Stored items
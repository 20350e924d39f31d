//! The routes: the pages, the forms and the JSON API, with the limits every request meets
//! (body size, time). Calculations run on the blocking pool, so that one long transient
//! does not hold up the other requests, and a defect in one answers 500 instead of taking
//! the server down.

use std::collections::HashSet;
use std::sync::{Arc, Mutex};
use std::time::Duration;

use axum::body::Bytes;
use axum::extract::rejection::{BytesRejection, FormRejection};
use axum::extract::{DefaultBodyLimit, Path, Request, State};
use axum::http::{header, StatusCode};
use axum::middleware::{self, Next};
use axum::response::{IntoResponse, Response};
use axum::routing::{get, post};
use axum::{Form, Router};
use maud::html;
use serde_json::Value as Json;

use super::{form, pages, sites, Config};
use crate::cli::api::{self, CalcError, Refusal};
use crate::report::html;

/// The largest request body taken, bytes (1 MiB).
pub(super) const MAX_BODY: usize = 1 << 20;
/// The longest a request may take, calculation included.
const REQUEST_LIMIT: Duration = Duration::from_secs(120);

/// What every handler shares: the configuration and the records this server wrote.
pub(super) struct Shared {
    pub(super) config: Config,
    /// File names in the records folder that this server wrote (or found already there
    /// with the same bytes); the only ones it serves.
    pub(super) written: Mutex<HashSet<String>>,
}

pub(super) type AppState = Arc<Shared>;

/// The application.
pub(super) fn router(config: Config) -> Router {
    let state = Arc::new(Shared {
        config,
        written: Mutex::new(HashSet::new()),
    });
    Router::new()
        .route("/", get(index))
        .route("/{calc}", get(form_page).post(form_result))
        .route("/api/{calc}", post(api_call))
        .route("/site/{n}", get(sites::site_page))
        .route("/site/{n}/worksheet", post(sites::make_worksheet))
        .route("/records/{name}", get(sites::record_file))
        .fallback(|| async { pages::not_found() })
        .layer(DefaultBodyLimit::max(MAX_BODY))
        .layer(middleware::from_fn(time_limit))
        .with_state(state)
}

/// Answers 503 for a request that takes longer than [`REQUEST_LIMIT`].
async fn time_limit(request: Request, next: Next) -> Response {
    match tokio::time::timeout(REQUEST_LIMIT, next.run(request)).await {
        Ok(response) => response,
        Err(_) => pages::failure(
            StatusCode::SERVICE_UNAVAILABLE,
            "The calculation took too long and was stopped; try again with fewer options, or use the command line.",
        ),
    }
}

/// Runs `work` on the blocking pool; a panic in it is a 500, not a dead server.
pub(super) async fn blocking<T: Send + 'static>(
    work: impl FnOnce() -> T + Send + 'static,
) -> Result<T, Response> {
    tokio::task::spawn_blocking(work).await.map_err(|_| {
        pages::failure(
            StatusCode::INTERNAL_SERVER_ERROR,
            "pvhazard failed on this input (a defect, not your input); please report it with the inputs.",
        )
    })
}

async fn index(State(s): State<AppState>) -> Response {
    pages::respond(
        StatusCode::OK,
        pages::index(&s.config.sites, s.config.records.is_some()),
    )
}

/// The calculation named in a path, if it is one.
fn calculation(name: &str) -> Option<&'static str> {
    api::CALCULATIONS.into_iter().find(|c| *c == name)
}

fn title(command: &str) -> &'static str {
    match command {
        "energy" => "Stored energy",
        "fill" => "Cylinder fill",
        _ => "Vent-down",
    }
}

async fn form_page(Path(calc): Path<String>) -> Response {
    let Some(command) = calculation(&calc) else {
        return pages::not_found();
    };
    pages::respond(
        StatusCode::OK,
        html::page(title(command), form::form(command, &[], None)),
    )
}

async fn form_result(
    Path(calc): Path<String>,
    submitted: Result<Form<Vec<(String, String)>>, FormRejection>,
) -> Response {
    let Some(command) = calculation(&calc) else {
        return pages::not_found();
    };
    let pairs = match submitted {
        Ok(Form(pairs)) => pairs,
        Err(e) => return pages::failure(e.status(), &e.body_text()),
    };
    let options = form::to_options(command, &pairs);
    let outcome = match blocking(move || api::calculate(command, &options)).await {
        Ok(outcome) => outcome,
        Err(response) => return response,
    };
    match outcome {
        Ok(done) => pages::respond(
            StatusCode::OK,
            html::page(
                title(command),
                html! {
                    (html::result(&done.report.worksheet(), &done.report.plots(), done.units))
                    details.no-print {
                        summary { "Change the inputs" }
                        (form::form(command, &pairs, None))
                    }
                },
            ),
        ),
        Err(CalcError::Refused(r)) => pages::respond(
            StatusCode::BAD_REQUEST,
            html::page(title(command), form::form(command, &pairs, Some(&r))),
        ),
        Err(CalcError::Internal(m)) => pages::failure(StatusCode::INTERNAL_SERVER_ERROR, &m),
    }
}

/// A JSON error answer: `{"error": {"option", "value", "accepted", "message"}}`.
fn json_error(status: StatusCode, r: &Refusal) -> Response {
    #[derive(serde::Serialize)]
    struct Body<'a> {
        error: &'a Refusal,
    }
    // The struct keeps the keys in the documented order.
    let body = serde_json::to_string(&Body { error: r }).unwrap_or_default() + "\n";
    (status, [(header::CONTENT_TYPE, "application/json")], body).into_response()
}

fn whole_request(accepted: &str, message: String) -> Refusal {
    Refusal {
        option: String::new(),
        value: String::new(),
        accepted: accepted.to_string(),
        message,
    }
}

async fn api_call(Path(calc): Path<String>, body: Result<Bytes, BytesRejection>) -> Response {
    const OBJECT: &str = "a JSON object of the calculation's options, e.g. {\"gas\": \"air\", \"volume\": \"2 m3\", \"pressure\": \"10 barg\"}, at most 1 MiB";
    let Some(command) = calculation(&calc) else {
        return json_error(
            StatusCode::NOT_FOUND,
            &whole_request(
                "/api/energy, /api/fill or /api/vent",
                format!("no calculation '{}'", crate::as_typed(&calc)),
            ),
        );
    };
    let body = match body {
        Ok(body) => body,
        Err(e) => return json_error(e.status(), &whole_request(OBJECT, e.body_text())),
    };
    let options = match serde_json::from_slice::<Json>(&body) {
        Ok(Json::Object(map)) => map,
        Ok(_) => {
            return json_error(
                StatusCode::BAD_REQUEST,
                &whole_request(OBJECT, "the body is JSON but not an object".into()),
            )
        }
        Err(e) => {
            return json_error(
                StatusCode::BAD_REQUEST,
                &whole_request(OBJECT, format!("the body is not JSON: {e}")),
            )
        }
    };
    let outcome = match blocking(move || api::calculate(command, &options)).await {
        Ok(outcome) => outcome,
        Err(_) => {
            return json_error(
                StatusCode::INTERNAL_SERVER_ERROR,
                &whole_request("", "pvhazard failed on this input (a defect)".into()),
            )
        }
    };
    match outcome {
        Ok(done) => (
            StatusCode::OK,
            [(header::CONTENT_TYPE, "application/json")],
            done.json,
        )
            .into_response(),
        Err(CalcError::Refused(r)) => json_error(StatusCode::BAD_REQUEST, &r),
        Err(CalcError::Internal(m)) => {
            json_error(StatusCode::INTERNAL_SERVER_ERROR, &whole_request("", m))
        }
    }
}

What this task involves: All lines of the data above that include the word "defect" must be shown.

Solution to this exercise:
//! does not hold up the other requests, and a defect in one answers 500 instead of taking
            "pvhazard failed on this input (a defect, not your input); please report it with the inputs.",
                &whole_request("", "pvhazard failed on this input (a defect)".into()),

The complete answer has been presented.